A comprehensive review on consolidated bioprocessing systems by Salehi Jouzani and Taherzadeh (2015) highlighted different CBP strategies, diversity in substrate types and the organisms involved in fermenting the sugars. One of the main challenges remains the simultaneous production of the amylases with high substrate affinities and specific activity (den Haan et al., 2013). In addition, fermentation requirements are ethanol concentrations in excess of 10-12% (w·v−1) within 48 to 72 hours (Bothast and Schlicher, 2005). For example, raw starch amylase encoding genes from Lipomyces kononenkoae and Saccharomycopsis fibuligera (Eksteen et al., 2003; Knox et al., 2004), Rhizopus arrhizus (Yang et al., 2011), Aspergillus tubingensis (Viktor et al., 2013) and Thermomyces lanuginoses and S. fibuligera or L. kononenkoae (LKA1) protein (U.S. Pat. No. 9,243,256) have been expressed in Saccharomyces cerevisiae, a yeast which is an efficient ethanol producer but which on its own lacks the ability to degrade starch.
However, none of these transformed yeasts produce sufficient amounts of amylase to support efficient conversion of raw starch to ethanol in a single step at commercial scale.

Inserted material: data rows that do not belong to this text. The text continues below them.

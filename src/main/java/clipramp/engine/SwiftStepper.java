package clipramp.engine;
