package clipramp.circuit;

/** The trigger device with the resistors at its bases. */
public sealed interface Trigger {
    /** Resistor from base one (or the cathode) to the firing common, ohm. */
    Part baseOne();

    /** The device's profile id or in-place name. */
    String deviceId();

    /**
     * A unijunction transistor.
     *
     * @param device the device
     * @param baseOne R1, base one to common, ohm
     * @param baseTwo R2, base two to the clipped supply, ohm
     */
    record UnijunctionTrigger(Unijunction device, Part baseOne, Part baseTwo) implements Trigger {
        @Override
        public String deviceId() {
            return device.id();
        }
    }

    /**
     * A programmable unijunction transistor; its resistors are named by position.
     *
     * @param device the device
     * @param baseOne cathode resistor to common, ohm
     * @param upper R_A, gate to the clipped supply, ohm
     * @param lower R_B, gate to common, ohm
     */
    record ProgrammableTrigger(ProgrammableUnijunction device, Part baseOne, Part upper, Part lower)
            implements Trigger {
        @Override
        public String deviceId() {
            return device.id();
        }
    }
}
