package clipramp.circuit;

import java.util.Optional;

/**
 * What the knob is to reach at its ends.
 *
 * @param lowest at or under this, if stated
 * @param highest at or over this, if stated
 */
public record Wanted(Optional<Goal> lowest, Optional<Goal> highest) {
    /** What a goal is measured in. */
    public enum Measure {
        /** Share of full-wave full power, 0..1. */
        FRACTION,
        /** Load power, W. */
        WATTS,
        /** Load rms voltage, V. */
        VOLTS,
        /** Firing angle, rad. */
        ANGLE
    }

    /**
     * What is wanted at one end of the knob.
     *
     * @param measure what from and to are in
     * @param from low end of the band; equal to {@code to} where no band was given
     * @param to high end of the band, not under {@code from}
     * @param position knob position at which it is wanted, 0 anticlockwise .. 1 clockwise
     */
    public record Goal(Measure measure, double from, double to, double position) {
        /** @throws IllegalArgumentException where the band runs downwards or the position lies outside 0..1 */
        public Goal {
            if (!(from <= to)) {
                throw new IllegalArgumentException("a wanted band runs from low to high, not " + from + ".." + to);
            }
            Require.fraction("knob position", position);
        }

        /** Whether more than one value will do. */
        public boolean isBand() {
            return from < to;
        }
    }
}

Although a bioengineered S. cerevisiae strain that secretes a glucoamylase is commercially available (TransFerm® from Lallemand (www.ethanoltech.com/transferm)), it lacks the required α-amylase enzymes for starch liquefaction (den Haan et al., 2015) and is therefore only a semi-CBP yeast. The TransFerm® yeast strain is thus only suitable for the conventional (warm) process, as it only consolidates the saccharification and fermentation processes after starch liquefaction. CBP has therefore not yet been implemented on a commercial level, with the main challenge being the availability of a microorganism that can express suitable enzymes and have a high fermentation capacity.

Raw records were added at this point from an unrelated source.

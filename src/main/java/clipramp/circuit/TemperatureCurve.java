package clipramp.circuit;

import java.util.Comparator;
import java.util.List;

/**
 * A current that depends on junction temperature, given at one or more points: trigger, latching or holding current.
 *
 * <p>Between points the logarithm of the current is linear in temperature; outside them the end slope goes on. A single
 * point doubles at -40 °C seen from 25 °C (common practice, as most SCR sheets show).
 *
 * @param points at least one, in any order; kept in rising temperature
 */
public record TemperatureCurve(List<Point> points) {
    /** Growth from 25 °C down to -40 °C where a sheet gives one point only: common practice. */
    private static final double COLD_GROWTH = 2;

    private static final double COLD_SPAN_KELVIN = 65;

    /**
     * The current at one temperature.
     *
     * @param celsius junction temperature, °C
     * @param amps A, above 0
     */
    public record Point(double celsius, double amps) {
        /** @throws IllegalArgumentException outside the stated ranges */
        public Point {
            Require.finite("temperature", celsius);
            Require.positive("current", amps);
        }
    }

    /** @throws IllegalArgumentException without a point */
    public TemperatureCurve {
        if (points.isEmpty()) {
            throw new IllegalArgumentException("a current against temperature needs at least one point");
        }
        points = points.stream()
                .sorted(Comparator.comparingDouble(Point::celsius))
                .toList();
    }

    /** A curve of one point: a current above zero, A, at 25 °C. */
    public static TemperatureCurve at25(double amps) {
        return new TemperatureCurve(List.of(new Point(Condition.SHEET_CELSIUS, amps)));
    }

    /** Current, A, at a junction temperature in °C. */
    public double ampsAt(double celsius) {
        if (points.size() == 1) {
            return fromOne(points.get(0).celsius(), points.get(0).amps(), celsius);
        }
        int upper = 1;
        while (upper < points.size() - 1 && points.get(upper).celsius() < celsius) {
            upper++;
        }
        Point a = points.get(upper - 1);
        Point b = points.get(upper);
        return through(a.celsius(), a.amps(), b.celsius(), b.amps(), celsius);
    }

    /** A current known at one temperature, at another: it doubles over 65 K towards the cold. */
    static double fromOne(double knownCelsius, double amps, double celsius) {
        return amps * Math.pow(COLD_GROWTH, (knownCelsius - celsius) / COLD_SPAN_KELVIN);
    }

    /** A current known at two temperatures, at another: its logarithm is linear in temperature. */
    static double through(
            double firstCelsius, double firstAmps, double secondCelsius, double secondAmps, double celsius) {
        double share = (celsius - firstCelsius) / (secondCelsius - firstCelsius);
        return firstAmps * Math.pow(secondAmps / firstAmps, share);
    }

    /** Whether a temperature lies outside the sheet's points, so that the answer is extended and should say so. */
    public boolean isExtendedAt(double celsius) {
        return celsius < points.get(0).celsius()
                || celsius > points.get(points.size() - 1).celsius();
    }
}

Other cold simultaneous saccharification and fermentation (SSF) processes have been developed for ethanol production from starchy substrates (Balcerek and Pielech-Przybylska, 2013; Szymanowska-Powalowska et al., 2014; Nkomba et al., 2016). In these processes, granular starch hydrolyzing enzyme (GSHE) cocktails are added to the feedstock in addition to the yeast. Genencor's STARGEN 001™ and STARGEN 002™ cocktails (Dupont-Danisco, Itasca, Itasca) hydrolyse raw starch at low temperatures (48° C. recommended for SSF), while POET (Sioux Falls, South Dekota, USA) uses a patented blend of Novozymes enzymes (POET BPX technology) in an SSF process (Görgens et al., 2015). However, these cold starch hydrolysis processes require high enzyme loadings and the cost of the commercial enzymes, e.g. STARGEN™ (Genencor International, California, USA), is high.
There thus remains a need for a yeast which can be used in a CBP process for producing ethanol from raw starch, without requiring the addition of amylases from a source other than the yeast.